* ACTIVITY *
Transcribe the stretch of entries below from the line with "export function placeOf(row: Pick<ReportRunRow, 'level_id'" through the line with "label: string): ReportRunDto", exactly and with both ends included; leave out all other lines.

= = = = =

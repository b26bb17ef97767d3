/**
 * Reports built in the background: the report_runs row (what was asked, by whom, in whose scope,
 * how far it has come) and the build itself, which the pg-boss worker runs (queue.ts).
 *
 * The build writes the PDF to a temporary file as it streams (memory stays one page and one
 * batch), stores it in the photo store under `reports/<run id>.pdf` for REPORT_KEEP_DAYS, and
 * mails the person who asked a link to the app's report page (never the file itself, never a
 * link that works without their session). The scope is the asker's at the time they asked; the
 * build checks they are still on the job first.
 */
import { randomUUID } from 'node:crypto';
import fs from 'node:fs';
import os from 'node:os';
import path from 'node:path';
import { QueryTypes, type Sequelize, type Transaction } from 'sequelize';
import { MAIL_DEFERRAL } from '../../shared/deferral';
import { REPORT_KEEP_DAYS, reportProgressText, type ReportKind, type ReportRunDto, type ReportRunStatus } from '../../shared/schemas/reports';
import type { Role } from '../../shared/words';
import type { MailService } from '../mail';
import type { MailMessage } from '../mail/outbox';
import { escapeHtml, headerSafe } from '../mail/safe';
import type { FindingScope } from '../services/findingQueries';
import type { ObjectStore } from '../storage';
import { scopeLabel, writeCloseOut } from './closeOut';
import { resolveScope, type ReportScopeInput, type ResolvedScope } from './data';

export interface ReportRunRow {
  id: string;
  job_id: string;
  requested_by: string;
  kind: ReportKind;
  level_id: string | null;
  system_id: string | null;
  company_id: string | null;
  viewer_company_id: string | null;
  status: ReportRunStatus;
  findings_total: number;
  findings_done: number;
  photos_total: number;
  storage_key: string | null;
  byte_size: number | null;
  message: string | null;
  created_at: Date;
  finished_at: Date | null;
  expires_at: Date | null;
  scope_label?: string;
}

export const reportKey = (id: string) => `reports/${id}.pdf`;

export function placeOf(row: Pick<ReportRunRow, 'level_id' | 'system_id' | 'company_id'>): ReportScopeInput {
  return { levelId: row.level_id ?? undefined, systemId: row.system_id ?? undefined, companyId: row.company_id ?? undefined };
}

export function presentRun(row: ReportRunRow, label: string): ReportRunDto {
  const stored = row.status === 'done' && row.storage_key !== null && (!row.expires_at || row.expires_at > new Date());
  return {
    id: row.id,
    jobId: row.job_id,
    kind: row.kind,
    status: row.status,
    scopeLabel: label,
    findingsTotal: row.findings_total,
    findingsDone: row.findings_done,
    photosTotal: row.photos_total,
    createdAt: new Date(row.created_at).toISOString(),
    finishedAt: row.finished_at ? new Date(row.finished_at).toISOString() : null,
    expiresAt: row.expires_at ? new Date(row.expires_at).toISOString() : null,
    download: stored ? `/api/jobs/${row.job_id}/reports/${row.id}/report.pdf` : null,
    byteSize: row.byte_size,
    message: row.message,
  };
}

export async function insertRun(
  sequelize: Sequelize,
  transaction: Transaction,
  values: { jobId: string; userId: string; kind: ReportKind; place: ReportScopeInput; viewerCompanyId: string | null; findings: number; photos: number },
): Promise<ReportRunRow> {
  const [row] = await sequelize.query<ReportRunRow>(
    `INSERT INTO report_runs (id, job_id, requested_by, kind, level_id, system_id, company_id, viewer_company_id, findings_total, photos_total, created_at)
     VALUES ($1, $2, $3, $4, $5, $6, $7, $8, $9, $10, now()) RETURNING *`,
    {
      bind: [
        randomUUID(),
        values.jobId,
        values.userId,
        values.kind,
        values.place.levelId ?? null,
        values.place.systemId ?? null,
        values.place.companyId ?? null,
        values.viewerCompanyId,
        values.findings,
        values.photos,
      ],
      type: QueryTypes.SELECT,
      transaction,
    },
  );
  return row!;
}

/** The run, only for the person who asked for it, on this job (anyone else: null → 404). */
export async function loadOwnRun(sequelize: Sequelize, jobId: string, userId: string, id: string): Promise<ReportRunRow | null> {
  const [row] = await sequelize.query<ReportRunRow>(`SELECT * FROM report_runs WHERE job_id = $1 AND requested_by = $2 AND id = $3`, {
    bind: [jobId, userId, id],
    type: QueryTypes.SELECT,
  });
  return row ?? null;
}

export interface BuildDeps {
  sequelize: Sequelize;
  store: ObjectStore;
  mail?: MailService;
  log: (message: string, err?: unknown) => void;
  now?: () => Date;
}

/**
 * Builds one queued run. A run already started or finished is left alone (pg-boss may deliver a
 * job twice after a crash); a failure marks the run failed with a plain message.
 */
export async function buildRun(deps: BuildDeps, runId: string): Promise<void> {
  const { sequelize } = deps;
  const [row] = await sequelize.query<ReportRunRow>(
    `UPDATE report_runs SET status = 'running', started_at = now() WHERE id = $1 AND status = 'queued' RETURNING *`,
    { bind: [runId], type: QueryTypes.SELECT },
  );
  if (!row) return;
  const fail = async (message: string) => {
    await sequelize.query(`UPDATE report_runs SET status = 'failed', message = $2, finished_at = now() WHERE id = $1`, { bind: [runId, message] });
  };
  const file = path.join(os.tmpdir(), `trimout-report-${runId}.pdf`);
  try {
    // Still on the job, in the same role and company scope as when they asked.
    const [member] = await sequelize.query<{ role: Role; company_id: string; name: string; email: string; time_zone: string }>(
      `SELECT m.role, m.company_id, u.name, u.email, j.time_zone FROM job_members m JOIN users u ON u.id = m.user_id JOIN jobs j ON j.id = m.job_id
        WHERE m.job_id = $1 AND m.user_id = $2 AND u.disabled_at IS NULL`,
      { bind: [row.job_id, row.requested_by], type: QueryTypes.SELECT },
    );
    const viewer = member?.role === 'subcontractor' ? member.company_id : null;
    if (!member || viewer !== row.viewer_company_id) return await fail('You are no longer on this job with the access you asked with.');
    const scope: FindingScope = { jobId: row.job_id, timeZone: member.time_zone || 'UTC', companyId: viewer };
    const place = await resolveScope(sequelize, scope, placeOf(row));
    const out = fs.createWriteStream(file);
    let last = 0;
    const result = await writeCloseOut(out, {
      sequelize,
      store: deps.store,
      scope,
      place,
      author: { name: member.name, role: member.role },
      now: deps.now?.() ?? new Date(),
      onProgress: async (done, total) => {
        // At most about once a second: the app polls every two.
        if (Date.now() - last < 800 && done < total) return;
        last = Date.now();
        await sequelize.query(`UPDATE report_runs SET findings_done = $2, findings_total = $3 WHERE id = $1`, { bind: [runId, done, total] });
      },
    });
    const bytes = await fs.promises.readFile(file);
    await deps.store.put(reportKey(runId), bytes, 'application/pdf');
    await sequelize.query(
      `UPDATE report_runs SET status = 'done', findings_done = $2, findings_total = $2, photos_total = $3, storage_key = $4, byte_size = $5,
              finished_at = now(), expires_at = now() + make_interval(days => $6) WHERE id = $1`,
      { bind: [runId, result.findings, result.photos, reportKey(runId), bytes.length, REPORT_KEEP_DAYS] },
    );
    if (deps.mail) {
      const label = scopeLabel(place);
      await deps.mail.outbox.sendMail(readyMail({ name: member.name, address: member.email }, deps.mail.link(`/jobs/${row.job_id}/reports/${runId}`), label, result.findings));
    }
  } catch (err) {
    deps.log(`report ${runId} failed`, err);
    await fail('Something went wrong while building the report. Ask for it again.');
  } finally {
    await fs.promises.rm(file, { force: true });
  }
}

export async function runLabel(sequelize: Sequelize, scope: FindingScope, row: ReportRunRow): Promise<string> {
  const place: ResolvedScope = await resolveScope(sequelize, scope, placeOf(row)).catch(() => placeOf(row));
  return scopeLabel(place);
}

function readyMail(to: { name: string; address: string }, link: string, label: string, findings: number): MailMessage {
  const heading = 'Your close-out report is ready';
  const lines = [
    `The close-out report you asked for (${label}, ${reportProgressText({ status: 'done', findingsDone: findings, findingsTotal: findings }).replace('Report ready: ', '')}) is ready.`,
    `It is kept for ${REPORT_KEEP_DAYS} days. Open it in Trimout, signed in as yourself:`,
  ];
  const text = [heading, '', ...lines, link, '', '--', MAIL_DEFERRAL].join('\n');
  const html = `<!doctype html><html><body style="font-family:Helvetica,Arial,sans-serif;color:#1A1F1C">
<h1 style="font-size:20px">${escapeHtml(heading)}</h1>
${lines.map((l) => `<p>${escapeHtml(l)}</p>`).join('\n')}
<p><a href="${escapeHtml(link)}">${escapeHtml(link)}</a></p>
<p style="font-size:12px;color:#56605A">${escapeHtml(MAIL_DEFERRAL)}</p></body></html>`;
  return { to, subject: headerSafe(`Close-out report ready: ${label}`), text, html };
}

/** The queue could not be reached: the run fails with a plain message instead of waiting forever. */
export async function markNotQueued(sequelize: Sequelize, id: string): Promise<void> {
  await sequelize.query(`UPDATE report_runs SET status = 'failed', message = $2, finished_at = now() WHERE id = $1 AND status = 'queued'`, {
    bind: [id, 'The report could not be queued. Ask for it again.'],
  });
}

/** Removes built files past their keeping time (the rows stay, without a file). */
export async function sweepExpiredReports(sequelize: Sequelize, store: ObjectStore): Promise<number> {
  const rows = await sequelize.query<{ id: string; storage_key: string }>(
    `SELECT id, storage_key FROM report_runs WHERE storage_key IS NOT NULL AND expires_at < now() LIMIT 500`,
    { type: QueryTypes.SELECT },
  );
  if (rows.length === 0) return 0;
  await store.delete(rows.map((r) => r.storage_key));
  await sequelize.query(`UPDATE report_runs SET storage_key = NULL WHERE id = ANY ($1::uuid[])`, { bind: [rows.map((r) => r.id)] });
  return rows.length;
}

= = = = =

* YOUR RESPONSE *
export function placeOf(row: Pick<ReportRunRow, 'level_id' | 'system_id' | 'company_id'>): ReportScopeInput {
  return { levelId: row.level_id ?? undefined, systemId: row.system_id ?? undefined, companyId: row.company_id ?? undefined };
}

export function presentRun(row: ReportRunRow, label: string): ReportRunDto {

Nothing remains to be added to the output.